▸ **Aim of the exercise**
Report, as a bare number, how many lines in the data contain "script".

▸ **Excerpted records**
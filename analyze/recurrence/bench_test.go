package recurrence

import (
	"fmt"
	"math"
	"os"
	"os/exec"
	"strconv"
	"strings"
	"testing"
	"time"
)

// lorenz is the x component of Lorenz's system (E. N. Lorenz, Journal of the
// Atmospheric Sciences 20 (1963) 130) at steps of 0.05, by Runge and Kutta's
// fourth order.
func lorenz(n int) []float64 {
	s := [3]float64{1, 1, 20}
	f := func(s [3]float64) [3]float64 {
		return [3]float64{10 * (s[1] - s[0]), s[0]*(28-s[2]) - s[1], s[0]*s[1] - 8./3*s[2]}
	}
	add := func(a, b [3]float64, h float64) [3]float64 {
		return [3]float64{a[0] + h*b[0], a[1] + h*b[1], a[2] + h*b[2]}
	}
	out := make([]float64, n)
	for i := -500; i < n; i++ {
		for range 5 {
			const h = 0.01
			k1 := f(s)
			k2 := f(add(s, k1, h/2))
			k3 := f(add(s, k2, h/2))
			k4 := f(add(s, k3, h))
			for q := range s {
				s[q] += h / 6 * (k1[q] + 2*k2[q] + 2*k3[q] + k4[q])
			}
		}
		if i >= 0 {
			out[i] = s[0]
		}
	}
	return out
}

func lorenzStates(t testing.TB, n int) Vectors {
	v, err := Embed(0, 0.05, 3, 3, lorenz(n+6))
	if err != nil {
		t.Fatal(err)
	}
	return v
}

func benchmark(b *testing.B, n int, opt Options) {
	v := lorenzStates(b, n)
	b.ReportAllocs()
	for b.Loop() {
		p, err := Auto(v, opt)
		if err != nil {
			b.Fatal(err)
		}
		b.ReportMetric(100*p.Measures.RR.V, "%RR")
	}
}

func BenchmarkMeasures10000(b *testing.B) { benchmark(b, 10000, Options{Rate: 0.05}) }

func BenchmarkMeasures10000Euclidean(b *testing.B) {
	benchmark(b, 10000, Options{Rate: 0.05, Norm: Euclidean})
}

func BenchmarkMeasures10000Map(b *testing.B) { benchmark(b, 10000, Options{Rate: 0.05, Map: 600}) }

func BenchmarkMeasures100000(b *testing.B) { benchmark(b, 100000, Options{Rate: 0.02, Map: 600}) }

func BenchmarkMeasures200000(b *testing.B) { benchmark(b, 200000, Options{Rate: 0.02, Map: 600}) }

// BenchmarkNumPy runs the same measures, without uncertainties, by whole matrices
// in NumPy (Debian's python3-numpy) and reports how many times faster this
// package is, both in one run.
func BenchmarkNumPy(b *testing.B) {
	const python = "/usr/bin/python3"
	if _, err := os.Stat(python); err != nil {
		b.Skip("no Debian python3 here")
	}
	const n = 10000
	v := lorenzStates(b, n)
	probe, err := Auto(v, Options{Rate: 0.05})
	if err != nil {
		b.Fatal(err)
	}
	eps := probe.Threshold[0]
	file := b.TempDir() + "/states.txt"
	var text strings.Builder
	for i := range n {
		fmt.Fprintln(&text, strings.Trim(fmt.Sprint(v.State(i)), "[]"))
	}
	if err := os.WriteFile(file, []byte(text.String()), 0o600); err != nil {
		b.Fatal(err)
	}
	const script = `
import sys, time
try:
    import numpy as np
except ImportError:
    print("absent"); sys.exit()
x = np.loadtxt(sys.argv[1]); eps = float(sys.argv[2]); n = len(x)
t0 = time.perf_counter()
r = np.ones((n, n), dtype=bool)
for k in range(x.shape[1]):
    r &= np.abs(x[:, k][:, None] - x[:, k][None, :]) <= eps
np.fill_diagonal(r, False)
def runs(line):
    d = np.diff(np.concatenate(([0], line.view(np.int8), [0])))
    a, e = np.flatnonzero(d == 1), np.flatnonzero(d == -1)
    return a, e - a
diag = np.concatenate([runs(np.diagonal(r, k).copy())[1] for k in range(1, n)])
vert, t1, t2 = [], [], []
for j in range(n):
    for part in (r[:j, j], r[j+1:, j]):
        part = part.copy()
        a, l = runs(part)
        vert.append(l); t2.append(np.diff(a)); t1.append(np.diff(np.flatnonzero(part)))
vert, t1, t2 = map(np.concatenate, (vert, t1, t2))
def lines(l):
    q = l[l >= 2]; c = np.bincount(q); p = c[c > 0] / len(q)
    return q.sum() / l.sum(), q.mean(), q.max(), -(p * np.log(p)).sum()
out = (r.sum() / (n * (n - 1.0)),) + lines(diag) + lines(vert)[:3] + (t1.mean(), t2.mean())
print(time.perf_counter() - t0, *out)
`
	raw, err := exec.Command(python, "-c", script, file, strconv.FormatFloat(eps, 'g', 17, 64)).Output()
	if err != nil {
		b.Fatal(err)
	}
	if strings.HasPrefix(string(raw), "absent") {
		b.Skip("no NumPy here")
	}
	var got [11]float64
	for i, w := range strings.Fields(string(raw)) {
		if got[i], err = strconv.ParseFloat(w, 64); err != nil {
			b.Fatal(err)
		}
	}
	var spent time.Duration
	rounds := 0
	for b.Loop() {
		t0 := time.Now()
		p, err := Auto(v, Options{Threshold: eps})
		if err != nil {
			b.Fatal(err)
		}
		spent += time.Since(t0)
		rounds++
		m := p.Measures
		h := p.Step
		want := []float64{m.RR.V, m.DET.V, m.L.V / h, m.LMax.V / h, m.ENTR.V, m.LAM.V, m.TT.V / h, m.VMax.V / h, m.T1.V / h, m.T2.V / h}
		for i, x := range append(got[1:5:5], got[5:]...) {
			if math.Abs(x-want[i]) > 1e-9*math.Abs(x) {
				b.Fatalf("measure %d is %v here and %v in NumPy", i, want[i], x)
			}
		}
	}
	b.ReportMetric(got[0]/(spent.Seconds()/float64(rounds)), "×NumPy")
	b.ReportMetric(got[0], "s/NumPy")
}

...

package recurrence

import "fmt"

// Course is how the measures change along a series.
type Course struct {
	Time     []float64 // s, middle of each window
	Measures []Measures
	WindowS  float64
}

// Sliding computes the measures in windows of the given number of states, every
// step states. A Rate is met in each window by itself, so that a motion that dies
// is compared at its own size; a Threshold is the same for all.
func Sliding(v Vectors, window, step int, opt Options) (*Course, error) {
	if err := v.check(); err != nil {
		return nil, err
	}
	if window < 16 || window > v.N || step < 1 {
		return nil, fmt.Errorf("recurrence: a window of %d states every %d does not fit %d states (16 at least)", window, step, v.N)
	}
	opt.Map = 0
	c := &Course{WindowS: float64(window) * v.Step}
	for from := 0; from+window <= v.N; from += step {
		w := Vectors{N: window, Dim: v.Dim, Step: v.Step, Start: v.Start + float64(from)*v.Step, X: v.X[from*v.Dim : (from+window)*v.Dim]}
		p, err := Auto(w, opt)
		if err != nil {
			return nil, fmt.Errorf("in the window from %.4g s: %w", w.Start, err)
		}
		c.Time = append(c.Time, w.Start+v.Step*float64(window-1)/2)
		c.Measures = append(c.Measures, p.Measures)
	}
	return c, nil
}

▸ **Completed task**
2